*Problem to solve:* How many lines below contain the word "RecursionError"? Reply solely with the number.

*Record excerpts:*
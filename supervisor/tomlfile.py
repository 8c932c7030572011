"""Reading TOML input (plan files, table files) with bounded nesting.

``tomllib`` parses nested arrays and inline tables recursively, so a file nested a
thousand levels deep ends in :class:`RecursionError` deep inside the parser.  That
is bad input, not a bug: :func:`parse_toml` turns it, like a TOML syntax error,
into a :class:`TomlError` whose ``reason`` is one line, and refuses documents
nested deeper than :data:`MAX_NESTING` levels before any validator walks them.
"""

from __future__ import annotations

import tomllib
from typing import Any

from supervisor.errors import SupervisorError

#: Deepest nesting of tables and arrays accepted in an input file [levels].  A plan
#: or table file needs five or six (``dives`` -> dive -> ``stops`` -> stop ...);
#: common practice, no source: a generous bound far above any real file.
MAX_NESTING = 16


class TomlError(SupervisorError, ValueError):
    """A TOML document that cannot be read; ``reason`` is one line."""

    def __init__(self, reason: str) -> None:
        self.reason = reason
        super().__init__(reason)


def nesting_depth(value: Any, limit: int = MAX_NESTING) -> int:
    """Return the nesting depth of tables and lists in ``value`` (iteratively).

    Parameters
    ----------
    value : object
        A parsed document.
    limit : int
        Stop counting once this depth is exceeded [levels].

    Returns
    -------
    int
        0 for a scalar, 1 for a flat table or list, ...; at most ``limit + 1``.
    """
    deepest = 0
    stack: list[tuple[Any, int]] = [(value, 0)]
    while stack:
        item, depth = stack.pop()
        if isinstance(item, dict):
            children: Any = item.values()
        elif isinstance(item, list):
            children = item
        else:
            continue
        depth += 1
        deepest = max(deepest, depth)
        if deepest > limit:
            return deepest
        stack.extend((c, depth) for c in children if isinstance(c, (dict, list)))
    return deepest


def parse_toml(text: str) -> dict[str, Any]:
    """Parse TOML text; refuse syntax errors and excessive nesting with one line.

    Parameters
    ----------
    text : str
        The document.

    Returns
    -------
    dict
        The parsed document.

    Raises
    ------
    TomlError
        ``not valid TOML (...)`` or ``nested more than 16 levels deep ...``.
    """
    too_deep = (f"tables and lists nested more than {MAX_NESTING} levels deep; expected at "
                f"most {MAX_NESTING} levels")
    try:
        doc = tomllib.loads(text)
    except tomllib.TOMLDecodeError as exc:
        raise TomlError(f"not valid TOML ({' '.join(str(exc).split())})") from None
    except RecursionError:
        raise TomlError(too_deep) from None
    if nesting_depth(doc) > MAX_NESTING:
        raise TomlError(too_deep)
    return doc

==

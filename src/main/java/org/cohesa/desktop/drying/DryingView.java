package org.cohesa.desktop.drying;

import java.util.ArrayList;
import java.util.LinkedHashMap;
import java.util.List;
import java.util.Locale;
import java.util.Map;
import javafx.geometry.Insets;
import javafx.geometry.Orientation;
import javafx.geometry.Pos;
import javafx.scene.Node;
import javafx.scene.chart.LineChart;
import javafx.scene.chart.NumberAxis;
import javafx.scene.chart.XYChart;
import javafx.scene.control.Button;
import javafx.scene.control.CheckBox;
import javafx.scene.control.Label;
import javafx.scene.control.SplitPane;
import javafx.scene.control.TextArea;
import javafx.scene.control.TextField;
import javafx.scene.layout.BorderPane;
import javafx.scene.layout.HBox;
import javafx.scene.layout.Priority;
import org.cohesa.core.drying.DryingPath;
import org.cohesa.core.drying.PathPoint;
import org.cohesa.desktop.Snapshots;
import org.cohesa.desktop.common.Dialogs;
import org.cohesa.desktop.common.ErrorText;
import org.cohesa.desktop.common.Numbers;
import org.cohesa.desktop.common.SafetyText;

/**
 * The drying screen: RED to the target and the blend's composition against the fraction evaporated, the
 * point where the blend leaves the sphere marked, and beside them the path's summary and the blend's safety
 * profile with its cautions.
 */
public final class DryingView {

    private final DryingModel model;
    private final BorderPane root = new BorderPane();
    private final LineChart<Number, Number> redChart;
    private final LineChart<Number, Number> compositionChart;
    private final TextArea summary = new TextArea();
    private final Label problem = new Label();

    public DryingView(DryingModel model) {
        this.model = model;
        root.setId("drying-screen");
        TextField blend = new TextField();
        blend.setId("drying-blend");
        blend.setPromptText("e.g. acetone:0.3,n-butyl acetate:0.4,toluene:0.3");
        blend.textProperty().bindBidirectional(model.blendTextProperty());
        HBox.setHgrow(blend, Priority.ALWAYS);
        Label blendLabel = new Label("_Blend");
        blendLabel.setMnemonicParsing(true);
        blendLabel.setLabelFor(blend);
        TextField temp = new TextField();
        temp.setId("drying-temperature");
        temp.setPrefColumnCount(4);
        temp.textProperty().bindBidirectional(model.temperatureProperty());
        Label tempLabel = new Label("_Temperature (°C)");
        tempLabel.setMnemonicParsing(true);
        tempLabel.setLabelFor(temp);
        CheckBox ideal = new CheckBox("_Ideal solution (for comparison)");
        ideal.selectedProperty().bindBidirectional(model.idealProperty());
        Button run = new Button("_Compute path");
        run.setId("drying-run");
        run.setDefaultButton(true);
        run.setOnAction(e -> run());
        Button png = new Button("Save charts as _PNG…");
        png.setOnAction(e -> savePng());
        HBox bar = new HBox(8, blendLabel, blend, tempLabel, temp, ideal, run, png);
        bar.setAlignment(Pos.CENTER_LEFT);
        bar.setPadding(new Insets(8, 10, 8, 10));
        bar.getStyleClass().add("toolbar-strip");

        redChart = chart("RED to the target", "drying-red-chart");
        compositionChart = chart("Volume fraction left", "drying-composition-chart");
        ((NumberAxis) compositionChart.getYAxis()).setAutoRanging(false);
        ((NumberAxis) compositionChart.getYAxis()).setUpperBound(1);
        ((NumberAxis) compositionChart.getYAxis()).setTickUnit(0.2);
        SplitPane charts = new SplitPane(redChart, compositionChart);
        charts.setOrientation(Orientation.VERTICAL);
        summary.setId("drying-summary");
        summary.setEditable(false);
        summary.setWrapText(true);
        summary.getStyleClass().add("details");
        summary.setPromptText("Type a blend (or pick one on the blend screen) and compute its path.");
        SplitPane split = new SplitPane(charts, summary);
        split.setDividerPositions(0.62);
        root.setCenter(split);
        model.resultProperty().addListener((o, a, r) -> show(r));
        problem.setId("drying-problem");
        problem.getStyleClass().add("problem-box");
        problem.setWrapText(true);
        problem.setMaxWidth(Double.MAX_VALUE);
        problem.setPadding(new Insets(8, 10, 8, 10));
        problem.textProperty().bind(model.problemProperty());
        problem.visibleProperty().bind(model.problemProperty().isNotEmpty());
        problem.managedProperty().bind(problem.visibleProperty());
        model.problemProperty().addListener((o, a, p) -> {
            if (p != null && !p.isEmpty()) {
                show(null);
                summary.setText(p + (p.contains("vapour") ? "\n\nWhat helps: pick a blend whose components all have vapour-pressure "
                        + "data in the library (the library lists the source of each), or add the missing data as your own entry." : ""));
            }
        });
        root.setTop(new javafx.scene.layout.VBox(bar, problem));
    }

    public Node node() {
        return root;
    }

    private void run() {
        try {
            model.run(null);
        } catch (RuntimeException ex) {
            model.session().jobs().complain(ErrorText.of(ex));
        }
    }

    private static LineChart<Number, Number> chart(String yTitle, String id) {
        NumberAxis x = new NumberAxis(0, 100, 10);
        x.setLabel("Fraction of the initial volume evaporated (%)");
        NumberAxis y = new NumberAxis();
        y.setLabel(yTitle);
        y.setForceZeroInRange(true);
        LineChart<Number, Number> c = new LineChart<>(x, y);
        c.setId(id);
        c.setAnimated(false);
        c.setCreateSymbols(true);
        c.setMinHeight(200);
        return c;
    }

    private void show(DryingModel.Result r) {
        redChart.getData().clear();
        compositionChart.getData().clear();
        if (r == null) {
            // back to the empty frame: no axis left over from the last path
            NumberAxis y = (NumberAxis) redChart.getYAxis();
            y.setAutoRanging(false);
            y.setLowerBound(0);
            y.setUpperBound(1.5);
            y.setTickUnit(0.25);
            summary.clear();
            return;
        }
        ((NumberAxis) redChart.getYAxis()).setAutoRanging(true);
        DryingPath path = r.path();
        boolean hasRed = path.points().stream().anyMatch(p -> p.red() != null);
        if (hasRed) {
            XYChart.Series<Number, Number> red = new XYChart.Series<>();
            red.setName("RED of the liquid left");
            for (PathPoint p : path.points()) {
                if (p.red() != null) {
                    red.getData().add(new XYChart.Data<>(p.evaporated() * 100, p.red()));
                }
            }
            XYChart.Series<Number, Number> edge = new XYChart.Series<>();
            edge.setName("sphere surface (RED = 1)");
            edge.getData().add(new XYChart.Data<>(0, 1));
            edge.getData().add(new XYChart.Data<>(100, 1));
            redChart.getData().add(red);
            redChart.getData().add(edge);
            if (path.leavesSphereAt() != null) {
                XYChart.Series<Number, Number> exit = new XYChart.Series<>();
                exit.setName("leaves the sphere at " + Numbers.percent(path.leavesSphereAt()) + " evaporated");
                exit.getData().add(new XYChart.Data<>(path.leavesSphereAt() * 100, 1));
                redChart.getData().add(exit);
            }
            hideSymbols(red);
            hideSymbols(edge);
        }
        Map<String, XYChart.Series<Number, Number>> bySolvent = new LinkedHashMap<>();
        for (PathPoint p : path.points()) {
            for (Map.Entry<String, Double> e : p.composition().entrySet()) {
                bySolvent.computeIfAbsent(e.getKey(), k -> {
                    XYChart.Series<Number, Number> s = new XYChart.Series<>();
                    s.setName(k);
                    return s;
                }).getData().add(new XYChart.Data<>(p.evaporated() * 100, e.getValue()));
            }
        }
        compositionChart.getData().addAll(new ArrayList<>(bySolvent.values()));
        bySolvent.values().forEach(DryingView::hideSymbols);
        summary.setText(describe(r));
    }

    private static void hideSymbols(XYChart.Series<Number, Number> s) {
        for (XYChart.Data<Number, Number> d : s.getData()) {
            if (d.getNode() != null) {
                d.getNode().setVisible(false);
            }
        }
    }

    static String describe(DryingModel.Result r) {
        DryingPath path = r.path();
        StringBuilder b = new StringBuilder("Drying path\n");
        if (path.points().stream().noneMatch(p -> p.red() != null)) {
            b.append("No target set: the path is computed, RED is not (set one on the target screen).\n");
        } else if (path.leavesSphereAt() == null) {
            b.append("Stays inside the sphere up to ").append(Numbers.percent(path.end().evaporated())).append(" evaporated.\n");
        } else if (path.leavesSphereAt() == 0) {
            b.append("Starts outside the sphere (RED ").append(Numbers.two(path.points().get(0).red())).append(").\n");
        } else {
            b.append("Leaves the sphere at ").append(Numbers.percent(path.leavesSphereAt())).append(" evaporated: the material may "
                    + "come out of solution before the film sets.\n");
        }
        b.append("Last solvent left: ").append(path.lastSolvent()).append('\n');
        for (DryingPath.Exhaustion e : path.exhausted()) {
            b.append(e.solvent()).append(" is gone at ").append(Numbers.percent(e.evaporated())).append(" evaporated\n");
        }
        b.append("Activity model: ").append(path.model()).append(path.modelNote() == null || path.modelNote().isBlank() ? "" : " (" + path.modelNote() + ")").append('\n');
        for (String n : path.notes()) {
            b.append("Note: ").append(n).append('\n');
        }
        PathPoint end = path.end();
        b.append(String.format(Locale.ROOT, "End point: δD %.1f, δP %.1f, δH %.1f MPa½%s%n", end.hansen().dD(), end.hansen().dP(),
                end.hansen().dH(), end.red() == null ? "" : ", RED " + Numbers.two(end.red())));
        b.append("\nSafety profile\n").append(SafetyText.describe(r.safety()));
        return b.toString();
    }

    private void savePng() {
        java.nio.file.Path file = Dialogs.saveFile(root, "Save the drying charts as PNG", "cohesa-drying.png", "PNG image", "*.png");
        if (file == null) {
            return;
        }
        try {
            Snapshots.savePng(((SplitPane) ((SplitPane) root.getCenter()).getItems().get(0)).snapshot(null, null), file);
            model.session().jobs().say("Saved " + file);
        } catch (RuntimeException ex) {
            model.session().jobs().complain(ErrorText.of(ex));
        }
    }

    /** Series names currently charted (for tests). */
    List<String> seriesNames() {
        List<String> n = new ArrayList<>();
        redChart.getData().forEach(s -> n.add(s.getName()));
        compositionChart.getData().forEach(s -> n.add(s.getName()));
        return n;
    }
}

*Reply:* 2